PostgreSQL
Resources
- https://www.postgresql.org/docs/current/
- WAL Introduction
- https://github.com/zalando/spilo
- https://github.com/zalando/patroni
- https://wiki.postgresql.org/wiki/Replication,_Clustering,_and_Connection_Pooling
- https://hub.docker.com/postgres
Objective
The aim is to add, as a starting point in the dev env (docker containers), a High Availability PorstgreSQL cluster with replication, load balancing and failover. This whould consist in a Master (primary) for the write operations and 2 secondaries(standby) with load balancing for the read only operations.
Available strategies
There are several available strategies for different scenarios: comparison of different solutions
Key points for the first experimentations
- Synchrone replication (less asynchrone as possible).
- Minimal risk of data loss.
- Service level replication: no Shared Disk Failover : material failure or I/O errors would be sahred too. File System Replication (see DRDB) could be used as a failover solution but not for replication.
- Keep as simple as possible : replication of the entire database, no data partitioning (i.e.: tables splitted into set) and consequently no Parallel Query Execution.
- No risk of data loss: discard Trigger-Based Primary-Standby Replication as according to the documentation “there is possible data loss during fail over”.
- Hot secondaries: the replication need to be synchronous for the load balancing.
- Transparent: no adaptation of the code or queries to the used strategy. This discard the SQL-Based Replication Middleware, adapation of function like CURRENT_TIMESTAMP and transactions must be managed for all servers independently.
- No multi masters.
Tested strategy
The first tested strategy is Write-Ahead Log Shipping. In a second step, Logical Replication (table level replication) and Synchronous Multimaster Replication could be tested. NB: This is not implemented directly in Postgres, it has to be implemented in the app code. In a third step, we could experiment Data Partitioning and Multiple-Server Parallel Query Execution.
Write-Ahead Log Shipping
Two implementations: Log-Shipping and Streaming Replication. The last one will be used as there is less latency.
Streaming replication
- Principle: WALL replication
- Small delay (smaller than with log-shipping)

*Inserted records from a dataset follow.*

"""A closed mesh standing along one up direction: what every question about levels starts from.

Height z is measured along up from the lowest corner, so that the integrals of a nearly empty cell
are as exact as those of a full one; x and y lie across it, from the middle of the mesh, so that a
mesh far from the datum loses nothing to cancellation.
"""

from __future__ import annotations

from dataclasses import dataclass

import numpy as np
from numpy.typing import ArrayLike, NDArray

Floats = NDArray[np.float64]
Indices = NDArray[np.intp]

# Heights closer to a level than this share of the mesh's size are taken to lie on it.
HEIGHT_SHARE = 16.0 * float(np.finfo(np.float64).eps)


@dataclass(frozen=True, slots=True, kw_only=True)
class Standing:
    """Corners in the frame of one up direction.

    axes : (3, 3) float
        Rows are the unit x, y and z (up) of the frame in build axes.
    middle_m : (3,) float
        Origin of x and y, build axes.
    lowest_m : float
        Height of the lowest corner along up from the datum's origin: z = 0 of the frame.
    x, y, z : (n,) float
        Corners in the frame, metres.
    faces : (m, 3) int
        Corner numbers of each triangle, anticlockwise from outside.
    tolerance_m : float
        Heights nearer than this to a level count as on it.
    """

    axes: Floats
    middle_m: Floats
    lowest_m: float
    x: Floats
    y: Floats
    z: Floats
    faces: Indices
    tolerance_m: float

    @property
    def corners(self) -> Indices:
        """First, second and third corners of the triangles, (3, m)."""
        return self.faces.T

    def in_build_axes(self, local_m: Floats) -> Floats:
        """Points (n, 3) of the frame, in build axes."""
        height = local_m[:, 2] + (self.lowest_m - float(self.axes[2] @ self.middle_m))
        across = local_m[:, :2] @ self.axes[:2]
        return np.asarray(self.middle_m + across + height[:, None] * self.axes[2], dtype=np.float64)


def unit_up(up: ArrayLike) -> Floats:
    """A direction (3,) made one long. Raises ValueError where it is zero, not finite or not three numbers."""
    direction = np.asarray(up, dtype=np.float64)
    if direction.shape != (3,) or not np.isfinite(direction).all():
        raise ValueError("up must be three finite numbers")
    largest = float(np.abs(direction).max())
    if largest == 0.0:
        raise ValueError("up must not be zero")
    direction = direction / largest
    return np.asarray(direction / np.linalg.norm(direction), dtype=np.float64)


def frame_of(up: ArrayLike) -> Floats:
    """Rows x, y, z of a right-handed frame whose z is the unit of `up`; for (0, 0, 1) the build axes."""
    z = unit_up(up)
    first = np.zeros(3)
    first[int(np.argmin(np.abs(z)))] = 1.0
    x = first - (first @ z) * z
    x /= np.linalg.norm(x)
    return np.array([x, np.cross(z, x), z])


def stand(vertices_m: ArrayLike, faces: ArrayLike, up: ArrayLike) -> Standing:
    """Turn a mesh into the frame of `up`.

    vertices_m : (n, 3) float
        Corners in metres, build axes (x aft, y right, z up).
    faces : (m, 3) int
        Rows of corner numbers, seen anticlockwise from outside.
    up : (3,) float
        Away from the pull felt; any length.
    Raises ValueError for wrong shapes, an index out of range, or an up that is zero or not finite.
    """
    vertices, triangles = _checked(vertices_m, faces)
    axes = frame_of(up)
    # Rows of one coordinate each: a reduction along the columns of (n, 3) costs twenty times as much.
    local = np.array(vertices.T, order="C")
    low, high = local.min(axis=1), local.max(axis=1)
    if not np.isfinite(high - low).all():
        raise ValueError("a corner is not finite")
    middle = 0.5 * (low + high)
    local -= middle[:, None]
    local = axes @ local
    base = float(local[2].min())
    local[2] -= base
    return Standing(
        axes=axes,
        middle_m=middle,
        lowest_m=base + float(axes[2] @ middle),
        x=local[0],
        y=local[1],
        z=local[2],
        faces=triangles,
        tolerance_m=HEIGHT_SHARE * float(np.linalg.norm(high - low) + np.abs(middle).max()),
    )


def _checked(vertices_m: ArrayLike, faces: ArrayLike) -> tuple[Floats, Indices]:
    """Both arrays in the shapes and types a mesh has, or ValueError."""
    vertices = np.asarray(vertices_m, dtype=np.float64)
    triangles = np.asarray(faces)
    if vertices.ndim != 2 or vertices.shape[1] != 3 or len(vertices) == 0:
        raise ValueError("vertices_m must be n rows of three coordinates")
    if triangles.ndim != 2 or triangles.shape[1] != 3 or len(triangles) == 0:
        raise ValueError("faces must be rows of three corner numbers")
    if triangles.dtype.kind not in "iu":
        raise ValueError("faces must be whole numbers")
    if triangles.min() < 0 or triangles.max() >= len(vertices):
        raise ValueError("a face names a corner that does not exist")
    return vertices, triangles.astype(np.intp, copy=False)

- archive_timout not required (data loss window)
- wal_keep_size this has to be set carrefully (large enough): if WAL segment are recycled to quickly, the standby server has to be reinitialized.
Implementation steps
Primary
- Creates a postgresql replication user and allow connection to replication database from secondaries.
- Creates (replication slots)[https://www.postgresql.org/docs/current/warm-standby.html#STREAMING-REPLICATION-SLOTS]{:target=”_blank”} for each secondary.

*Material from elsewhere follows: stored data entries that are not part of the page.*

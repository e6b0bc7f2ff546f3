"""A piece begun under an earlier iteration is noticed exactly when its own part has changed."""

from __future__ import annotations

import dataclasses
from datetime import UTC, datetime
from typing import cast

import pytest

from ledger.checks.built_to_earlier_iteration import built_to_earlier_iteration
from ledger.checks.facts import Facts
from ledger.mass.report import WeightReport
from ledger.model.plan import Form, Laminate, Part, PartClass, Plan, Shape, Side, Step
from ledger.model.snapshot import Iteration, Piece, PieceState, Snapshot
from ledger.model.vectors import NO_SPREAD, ZERO
from ledger.units import Display

NOW = datetime(2026, 10, 2, 12, 0, tzinfo=UTC)
RIB = Part(
    name="RIB.07-L",
    title="seventh rib",
    part_class=PartClass.RIB,
    side=Side.LEFT,
    assembly="WING/LEFT/ribs",
    form=Form.PANEL,
    made_of="sandwich",
)
SHAPE = Shape(measure=0.15, centroid_m=ZERO, second_m2=NO_SPREAD, digest="a")
SANDWICH = Laminate(name="sandwich", steps=(Step(number=1, material="carbon", orientation_deg=45.0),))
FIRST = Plan(
    name="r1",
    title="first",
    display=Display.METRIC,
    materials=(),
    laminates=(SANDWICH, Laminate(name="solid", areal_mass_kg_m2=1.2)),
    parts=(RIB,),
    shapes=(SHAPE,),
)
SECOND = dataclasses.replace(FIRST, name="r2")
PIECE = Piece(
    number="P0015",
    name="RIB.07-L/1",
    part="RIB.07-L",
    running=1,
    begun_seq=2,
    iteration="r1",
    state=PieceState.OPEN,
    fitted_into=None,
)


def noticed(*plans: Plan, piece: Piece = PIECE) -> list[str]:
    """What the rule says once these plans were adopted one after the other."""
    iterations = tuple(
        Iteration(name=plan.name, seq=seq, at=NOW, plan=plan) for seq, plan in enumerate(plans, start=1)
    )
    snapshot = Snapshot(
        iterations=iterations,
        logged=(),
        pieces={piece.name: piece},
        lots={},
        sheets={},
        offcuts={},
        batches={},
        scales={},
        held={},
        gone={},
        last_seq=9,
        last_digest="",
        now=NOW,
    )
    found = built_to_earlier_iteration(Facts(snapshot=snapshot, weights=cast(WeightReport, None), fuel=None))
    return [finding.what for finding in found]


def with_shape(plan: Plan, digest: str) -> Plan:
    """The plan with another geometry of the rib."""
    return dataclasses.replace(plan, shapes=(dataclasses.replace(SHAPE, digest=digest),))


def with_laminate(plan: Plan, laminate: Laminate) -> Plan:
    """The plan with another build-up of the sandwich."""
    return dataclasses.replace(plan, laminates=(laminate,))


def test_a_part_that_stays_the_same_is_in_order() -> None:
    assert noticed(FIRST, SECOND) == []


def test_a_changed_geometry_is_noticed() -> None:
    assert noticed(FIRST, with_shape(SECOND, "b")) == ["begun under r1; r2 changes its geometry or its place"]


def test_a_changed_laminate_is_noticed() -> None:
    turned = dataclasses.replace(SANDWICH, steps=(Step(number=1, material="carbon", orientation_deg=0.0),))
    assert noticed(FIRST, with_laminate(SECOND, turned)) == ["begun under r1; r2 changes laminate sandwich"]


def test_another_material_is_noticed() -> None:
    solid = dataclasses.replace(SECOND, parts=(dataclasses.replace(RIB, made_of="solid"),))
    assert noticed(FIRST, solid) == [
        "begun under r1; r2 changes what it is made of (sandwich then, solid now)"
    ]


def test_a_part_left_out_is_noticed() -> None:
    assert noticed(FIRST, dataclasses.replace(SECOND, parts=(), shapes=())) == [
        "begun under r1; r2 has no part RIB.07-L"
    ]


def test_a_geometry_changed_and_changed_back_is_in_order() -> None:
    third = dataclasses.replace(FIRST, name="r3")
    assert noticed(FIRST, with_shape(SECOND, "b"), third) == []


def test_a_piece_of_a_withdrawn_iteration_is_noticed() -> None:
    assert noticed(SECOND) == ["begun under r1; that iteration was withdrawn, r2 is in force"]


def test_a_piece_of_the_current_iteration_is_in_order() -> None:
    changed = with_shape(SECOND, "b")
    assert noticed(FIRST, changed, piece=dataclasses.replace(PIECE, iteration="r2")) == []


@pytest.mark.parametrize("state", [PieceState.OPEN, PieceState.FINISHED])
def test_only_a_scrapped_piece_is_left_alone(state: PieceState) -> None:
    changed = with_shape(SECOND, "b")
    assert len(noticed(FIRST, changed, piece=dataclasses.replace(PIECE, state=state))) == 1
    assert noticed(FIRST, changed, piece=dataclasses.replace(PIECE, state=PieceState.SCRAPPED)) == []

- Activate the (continuous archieving)[https://www.postgresql.org/docs/current/continuous-archiving.html]{:target=”_blank”}. NB.: the folder where the WAL files are copied must not be hosted on the primary.
Secondaries
- Restore each secondary from a primary (backup)[https://www.postgresql.org/docs/current/continuous-archiving.html#BACKUP-PITR-RECOVERY]{:target=”_blank”}
- Create a file called standby.signal in the data dierctory of each secondary.
- Modify the file postgresql.conf of each secondary to set the connextion info to the primary and the copy command (for WAL restoring)
Docker implementation
- The archive directory is a docker volume mounted on the primary and secondaries.
- The modified postgresql.conf and pg_hba.conf (Primary & Secondaries - step 3) are mounted via docker.
- The sql initialization of the primary is executed via a docker entry point (Primary - step 1).
- For the secondaries, the data base initialization and the creation of standby.signal is handled in the docker command of the service.